**Task brief:** Your response should be a copy of each line in the listing below that includes the word "quantity".

**Task material:**

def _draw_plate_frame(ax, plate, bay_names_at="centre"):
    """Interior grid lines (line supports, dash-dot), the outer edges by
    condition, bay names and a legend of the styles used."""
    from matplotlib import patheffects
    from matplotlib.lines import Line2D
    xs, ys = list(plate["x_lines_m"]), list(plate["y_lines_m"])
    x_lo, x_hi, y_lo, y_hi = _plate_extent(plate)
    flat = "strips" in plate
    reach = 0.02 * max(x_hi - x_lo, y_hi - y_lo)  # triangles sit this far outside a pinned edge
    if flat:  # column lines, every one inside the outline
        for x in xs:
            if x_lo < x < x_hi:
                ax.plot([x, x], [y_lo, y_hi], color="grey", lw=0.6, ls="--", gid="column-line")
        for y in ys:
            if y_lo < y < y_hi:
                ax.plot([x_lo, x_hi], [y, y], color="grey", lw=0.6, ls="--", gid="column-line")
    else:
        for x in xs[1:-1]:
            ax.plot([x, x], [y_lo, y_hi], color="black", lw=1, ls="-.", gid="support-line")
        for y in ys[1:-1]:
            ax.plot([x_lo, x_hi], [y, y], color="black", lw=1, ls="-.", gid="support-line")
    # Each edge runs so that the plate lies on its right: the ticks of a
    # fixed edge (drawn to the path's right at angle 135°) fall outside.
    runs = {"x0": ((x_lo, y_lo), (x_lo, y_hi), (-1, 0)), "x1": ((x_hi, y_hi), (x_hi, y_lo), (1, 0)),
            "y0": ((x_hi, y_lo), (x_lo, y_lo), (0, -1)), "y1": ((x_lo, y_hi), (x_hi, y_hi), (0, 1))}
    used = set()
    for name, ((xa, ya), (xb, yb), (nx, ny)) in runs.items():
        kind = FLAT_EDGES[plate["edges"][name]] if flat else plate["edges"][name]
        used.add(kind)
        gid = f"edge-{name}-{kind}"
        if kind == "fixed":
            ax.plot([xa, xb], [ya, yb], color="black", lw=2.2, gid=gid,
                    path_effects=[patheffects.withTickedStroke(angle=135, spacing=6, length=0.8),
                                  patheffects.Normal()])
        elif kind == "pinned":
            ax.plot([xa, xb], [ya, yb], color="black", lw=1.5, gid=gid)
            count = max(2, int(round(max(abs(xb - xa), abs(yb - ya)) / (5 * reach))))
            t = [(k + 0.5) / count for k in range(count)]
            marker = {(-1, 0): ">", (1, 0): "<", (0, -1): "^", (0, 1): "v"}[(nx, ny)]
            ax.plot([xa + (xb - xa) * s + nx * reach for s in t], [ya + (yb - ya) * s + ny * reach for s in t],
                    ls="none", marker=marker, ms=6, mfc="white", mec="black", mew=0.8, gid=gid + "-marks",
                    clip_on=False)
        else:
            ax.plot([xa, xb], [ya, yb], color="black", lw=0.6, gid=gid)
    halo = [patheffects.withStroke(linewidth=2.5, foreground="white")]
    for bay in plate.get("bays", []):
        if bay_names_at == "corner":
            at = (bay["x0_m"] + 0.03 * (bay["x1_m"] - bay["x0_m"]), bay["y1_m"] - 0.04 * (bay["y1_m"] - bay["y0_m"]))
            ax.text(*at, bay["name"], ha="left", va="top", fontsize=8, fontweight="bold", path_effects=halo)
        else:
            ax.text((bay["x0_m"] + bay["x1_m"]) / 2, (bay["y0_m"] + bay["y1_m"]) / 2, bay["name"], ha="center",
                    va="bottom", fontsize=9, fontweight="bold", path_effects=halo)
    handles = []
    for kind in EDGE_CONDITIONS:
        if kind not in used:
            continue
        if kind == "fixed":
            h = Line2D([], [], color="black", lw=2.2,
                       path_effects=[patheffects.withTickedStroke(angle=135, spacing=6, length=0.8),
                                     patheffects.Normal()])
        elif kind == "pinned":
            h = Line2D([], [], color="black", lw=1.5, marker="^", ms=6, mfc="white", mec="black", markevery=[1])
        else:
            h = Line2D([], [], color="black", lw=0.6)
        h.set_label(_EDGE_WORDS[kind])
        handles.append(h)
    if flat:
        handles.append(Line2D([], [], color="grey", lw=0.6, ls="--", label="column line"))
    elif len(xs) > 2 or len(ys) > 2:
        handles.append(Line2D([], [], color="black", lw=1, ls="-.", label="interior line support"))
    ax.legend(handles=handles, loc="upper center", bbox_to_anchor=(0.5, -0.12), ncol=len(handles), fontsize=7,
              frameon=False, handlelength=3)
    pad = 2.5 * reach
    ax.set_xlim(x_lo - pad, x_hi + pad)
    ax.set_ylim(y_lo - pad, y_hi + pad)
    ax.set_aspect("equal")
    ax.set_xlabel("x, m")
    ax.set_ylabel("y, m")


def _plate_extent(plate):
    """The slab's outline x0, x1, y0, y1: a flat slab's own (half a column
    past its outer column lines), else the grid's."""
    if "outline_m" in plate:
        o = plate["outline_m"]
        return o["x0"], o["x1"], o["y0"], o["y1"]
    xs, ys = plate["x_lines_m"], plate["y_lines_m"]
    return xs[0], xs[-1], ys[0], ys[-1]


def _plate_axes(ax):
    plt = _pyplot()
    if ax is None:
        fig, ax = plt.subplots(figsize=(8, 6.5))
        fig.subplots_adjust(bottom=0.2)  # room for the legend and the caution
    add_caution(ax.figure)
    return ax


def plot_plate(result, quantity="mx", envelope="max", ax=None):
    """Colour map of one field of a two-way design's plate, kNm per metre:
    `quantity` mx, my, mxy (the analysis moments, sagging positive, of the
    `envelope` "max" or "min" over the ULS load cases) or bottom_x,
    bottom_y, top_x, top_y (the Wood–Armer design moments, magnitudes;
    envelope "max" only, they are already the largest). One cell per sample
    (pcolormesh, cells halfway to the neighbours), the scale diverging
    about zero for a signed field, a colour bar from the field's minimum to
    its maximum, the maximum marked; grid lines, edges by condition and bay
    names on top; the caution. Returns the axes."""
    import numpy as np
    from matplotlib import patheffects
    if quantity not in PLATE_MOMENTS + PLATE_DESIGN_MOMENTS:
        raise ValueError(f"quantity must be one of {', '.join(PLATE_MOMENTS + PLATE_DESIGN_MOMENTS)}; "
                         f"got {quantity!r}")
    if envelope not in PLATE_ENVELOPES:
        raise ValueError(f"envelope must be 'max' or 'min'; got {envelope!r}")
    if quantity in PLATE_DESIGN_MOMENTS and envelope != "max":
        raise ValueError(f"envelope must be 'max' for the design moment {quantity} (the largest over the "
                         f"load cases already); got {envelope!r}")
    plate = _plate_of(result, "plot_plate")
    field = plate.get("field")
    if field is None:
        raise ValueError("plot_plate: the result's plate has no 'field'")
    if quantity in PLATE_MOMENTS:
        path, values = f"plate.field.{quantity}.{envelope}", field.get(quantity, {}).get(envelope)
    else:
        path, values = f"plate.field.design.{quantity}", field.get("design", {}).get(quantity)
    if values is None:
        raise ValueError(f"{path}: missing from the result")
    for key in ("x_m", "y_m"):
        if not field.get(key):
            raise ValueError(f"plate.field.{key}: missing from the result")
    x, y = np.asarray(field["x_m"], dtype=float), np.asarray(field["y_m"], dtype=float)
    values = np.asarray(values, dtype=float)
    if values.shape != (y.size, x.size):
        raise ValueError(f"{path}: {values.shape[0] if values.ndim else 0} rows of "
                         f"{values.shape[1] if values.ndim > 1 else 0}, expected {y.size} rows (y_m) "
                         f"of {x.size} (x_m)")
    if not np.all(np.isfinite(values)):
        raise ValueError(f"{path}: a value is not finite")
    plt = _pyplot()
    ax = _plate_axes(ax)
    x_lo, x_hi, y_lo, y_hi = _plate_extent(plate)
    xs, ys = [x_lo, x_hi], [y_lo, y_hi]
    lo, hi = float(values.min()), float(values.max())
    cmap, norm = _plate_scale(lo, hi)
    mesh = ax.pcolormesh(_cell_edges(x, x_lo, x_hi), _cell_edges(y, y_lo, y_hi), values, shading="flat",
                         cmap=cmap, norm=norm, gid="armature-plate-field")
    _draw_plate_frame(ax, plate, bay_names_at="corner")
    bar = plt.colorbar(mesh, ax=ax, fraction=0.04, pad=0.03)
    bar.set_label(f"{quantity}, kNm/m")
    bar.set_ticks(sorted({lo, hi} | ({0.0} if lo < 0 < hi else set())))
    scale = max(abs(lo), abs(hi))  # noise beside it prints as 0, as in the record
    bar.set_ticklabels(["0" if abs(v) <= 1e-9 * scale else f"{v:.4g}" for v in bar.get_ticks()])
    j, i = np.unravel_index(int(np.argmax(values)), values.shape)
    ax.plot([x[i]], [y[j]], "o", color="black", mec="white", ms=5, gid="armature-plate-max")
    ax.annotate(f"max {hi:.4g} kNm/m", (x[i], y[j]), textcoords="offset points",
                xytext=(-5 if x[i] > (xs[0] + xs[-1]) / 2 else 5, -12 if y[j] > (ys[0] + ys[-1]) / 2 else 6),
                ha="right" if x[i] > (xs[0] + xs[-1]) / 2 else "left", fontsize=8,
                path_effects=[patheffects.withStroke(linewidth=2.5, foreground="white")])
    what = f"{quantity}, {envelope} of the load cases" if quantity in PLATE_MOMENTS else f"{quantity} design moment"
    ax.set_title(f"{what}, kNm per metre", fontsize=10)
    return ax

**Solved exercise:**
def plot_plate(result, quantity="mx", envelope="max", ax=None):
    `quantity` mx, my, mxy (the analysis moments, sagging positive, of the
    if quantity not in PLATE_MOMENTS + PLATE_DESIGN_MOMENTS:
        raise ValueError(f"quantity must be one of {', '.join(PLATE_MOMENTS + PLATE_DESIGN_MOMENTS)}; "
                         f"got {quantity!r}")
    if quantity in PLATE_DESIGN_MOMENTS and envelope != "max":
        raise ValueError(f"envelope must be 'max' for the design moment {quantity} (the largest over the "
    if quantity in PLATE_MOMENTS:
        path, values = f"plate.field.{quantity}.{envelope}", field.get(quantity, {}).get(envelope)
        path, values = f"plate.field.design.{quantity}", field.get("design", {}).get(quantity)
    bar.set_label(f"{quantity}, kNm/m")
    what = f"{quantity}, {envelope} of the load cases" if quantity in PLATE_MOMENTS else f"{quantity} design moment"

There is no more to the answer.